Regional Gardening Reports :: National Gardening Association

Coastal and Tropical South

November, 2004
Regional Report

Pumpkin Redux

If your jack-o'-lantern is still sitting around, turn him into a backyard lab. Let the kids fill it with stuff, bury it, and dig it up next spring. It's a quick lesson in what decomposes and what doesn't, and good (if dirty) fun, to boot.

Caring for Ponds

Garden water features in our region don\'t usually have to be drained for the winter, but if yours has had a rough time with algae or simply too many plants, now is a good time to fix it. Drain it and rake out the debris, then refill and cover, if needed.

Leave Perennials Alone

As large perennials go dormant, we may be tempted to cut them back. Better to let them go entirely brown, if they will, before pruning to rejuvenate new growth. If you're looking for an attractive alternative, consider draping butterfly bushes and big lantanas with blankets of holiday lights.

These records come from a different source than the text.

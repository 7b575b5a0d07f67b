import type { Material } from './types';

/**
 * Adiabatic short-time heating of a conductor (IEC 60949, the adiabatic method): with no heat
 * leaving the conductor, I²·t = K²·S²·ln((θf + β)/(θi + β)), so
 *   θf = (θi + β)·exp(I²·t / (K²·S²)) − β.
 * K (A·s^½/mm²) and β (K) for copper 226 and 234.5, for aluminium 148 and 228, as IEC 60949
 * tabulates them (values from memory of the standard's table). Tinned copper takes copper's.
 * CCA takes aluminium's: it is 85–90 % aluminium by volume, so its heat capacity per volume and
 * its resistivity sit near aluminium's (an assumption, stated; no published constant for CCA).
 *
 * Ignoring the heat the insulation and air take away overstates the rise — more so the longer
 * the current flows — so over a burp of several seconds this is an upper bound, on the safe side.
 */
export const ADIABATIC_CONSTANTS: Record<Material, { K: number; beta: number }> = {
	copper: { K: 226, beta: 234.5 },
	tinned_copper: { K: 226, beta: 234.5 },
	cca10: { K: 148, beta: 228 },
	cca15: { K: 148, beta: 228 },
	aluminium: { K: 148, beta: 228 },
};

/**
 * The conductor temperature (°C) after `seconds` at `currentA` through `areaMm2` of metal (all
 * parallel runs together), starting from `initialC`, by the adiabatic relation above.
 */
export function adiabaticFinalC(
	material: Material,
	areaMm2: number,
	currentA: number,
	seconds: number,
	initialC: number,
): number {
	const { K, beta } = ADIABATIC_CONSTANTS[material];
	if (!(areaMm2 > 0) || !(seconds > 0)) return initialC;
	const exponent = (currentA * currentA * seconds) / (K * K * areaMm2 * areaMm2);
	// Past ~700 the exponential overflows: the cable would be far beyond any rating anyway.
	return (initialC + beta) * Math.exp(Math.min(exponent, 700)) - beta;
}
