import type { BuildReport, WarningCode } from './report';
import { formatShortDistance, type UnitSystem } from './units';

export interface ComputedCheck {
	key: string;
	label: string;
	status: 'pass' | 'fail';
	/** Why it failed, naming the parts concerned. */
	reasons: string[];
	/**
	 * The item's figure where it has one, larger being worse (the worst drop under burp, V): what a
	 * waiver is measured against. Null for items judged by their findings alone.
	 */
	measure: { value: number; text: string } | null;
}

const CHECKS: Array<{
	key: string;
	label: (r: Extract<BuildReport, { ok: true }>, units: UnitSystem) => string;
	codes: WarningCode[];
}> = [
	{
		key: 'battery_fusing',
		label: (r, units) =>
			`Every cable leaving a battery is fused within ${formatShortDistance(r.scenario.fuseDistanceM, units)} of it`,
		codes: ['unfused_battery_cable', 'fuse_too_far'],
	},
	{
		key: 'fuse_sizes',
		label: () => 'No fuse is larger than what its cable may be protected with',
		codes: ['fuse_above_capacity', 'cable_too_small'],
	},
	{
		key: 'cable_capacity',
		label: () => 'No cable carries more than its capacity or heats past its insulation in a burp',
		codes: ['over_capacity', 'cable_hot_in_burp'],
	},
	{
		key: 'drops',
		label: (r) => `Drops stay within the ${r.scenario.dropTargetV.toFixed(2)} V target`,
		codes: ['drop_over_target', 'cable_drop_over_target'],
	},
	{
		key: 'charge_voltage',
		label: () => "Charging voltage stays within each bank chemistry's limit",
		codes: ['charge_voltage_high'],
	},
	{
		key: 'batteries_secured',
		label: () => 'Every battery bank is secured',
		codes: ['bank_not_secured'],
	},
	{
		key: 'venting',
		label: () => 'Flooded lead-acid batteries inside the cabin are vented',
		codes: ['flooded_unvented'],
	},
	{
		key: 'operating_point',
		label: () => 'The system has an operating point at burp demand (no voltage collapse)',
		codes: ['voltage_collapse'],
	},
];

/** A computed item's short name, for lists that show no report (the team's activity). */
export const CHECK_TITLES: Record<string, string> = {
	battery_fusing: 'battery fusing',
	fuse_sizes: 'fuse sizes',
	cable_capacity: 'cable capacity',
	drops: 'voltage drops',
	charge_voltage: 'charging voltage',
	batteries_secured: 'batteries secured',
	venting: 'battery venting',
	operating_point: 'operating point at burp',
	solvable: 'solvable network',
	has_build: 'saved build',
};

/**
 * The pre-event checklist items computed from a build's report: each passes, or fails with the
 * findings that concern it. A build the engine cannot solve fails a single item with its issues.
 */
export function computedChecks(report: BuildReport, units: UnitSystem = 'metric'): ComputedCheck[] {
	if (!report.ok) {
		return [
			{
				key: 'solvable',
				label: 'The build is a network the engine can solve',
				status: 'fail',
				reasons: report.issues.map((i) => i.message),
				measure: null,
			},
		];
	}
	// The worst drop under burp: an amplifier's from its feeding sources, or one cable's.
	const worstDropV = Math.max(
		0,
		...report.amplifiers.map((a) => a.burpDropV),
		...report.cables.map((c) => Math.abs(c.burp.dropV)),
	);
	return CHECKS.map((c) => {
		const reasons = report.warnings.filter((w) => c.codes.includes(w.code)).map((w) => w.message);
		return {
			key: c.key,
			label: c.label(report, units),
			status: reasons.length ? 'fail' : 'pass',
			reasons,
			measure: c.key === 'drops' ? { value: worstDropV, text: `${worstDropV.toFixed(2)} V` } : null,
		};
	});
}

/**
 * Whether a waiver given on one revision still covers the item as it reads now: on the same
 * revision always; on a later one only if the item got no worse — its figure no higher (to the
 * hundredth it is shown to), or, for an item without a figure, no finding it did not name.
 */
export function waiverStillHolds(
	waiver: { revisionId: string | null; value: number | null; reasons: string[] | null },
	now: { revisionId: string | null; check: Pick<ComputedCheck, 'measure' | 'reasons'> },
): boolean {
	if (waiver.revisionId === null) return true; // given before waivers were scoped: kept as given
	if (waiver.revisionId === now.revisionId) return true;
	if (now.check.measure && waiver.value !== null)
		return now.check.measure.value <= waiver.value + 0.005;
	if (waiver.reasons === null) return false;
	const accepted = new Set(waiver.reasons);
	return now.check.reasons.every((r) => accepted.has(r));
}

Get Prepared for Moving Plants

Winter is the time to dig up and replant trees and shrubs. Prepare new soil first, digging a hole as deep as, and wider than, the rootball you'll be moving. Cut a circle around the plant you're moving now to start its roots inward. Before February, dig up and replant immediately.

Plant Onions

Please plant onions! Even a few sets will make the best green onions you ever ate; and in sandy soils full-sized, spicy red onions cannot be equaled by any in the produce department. Many garden centers and catalogs start selling onions this month, so buy some and plant immediately.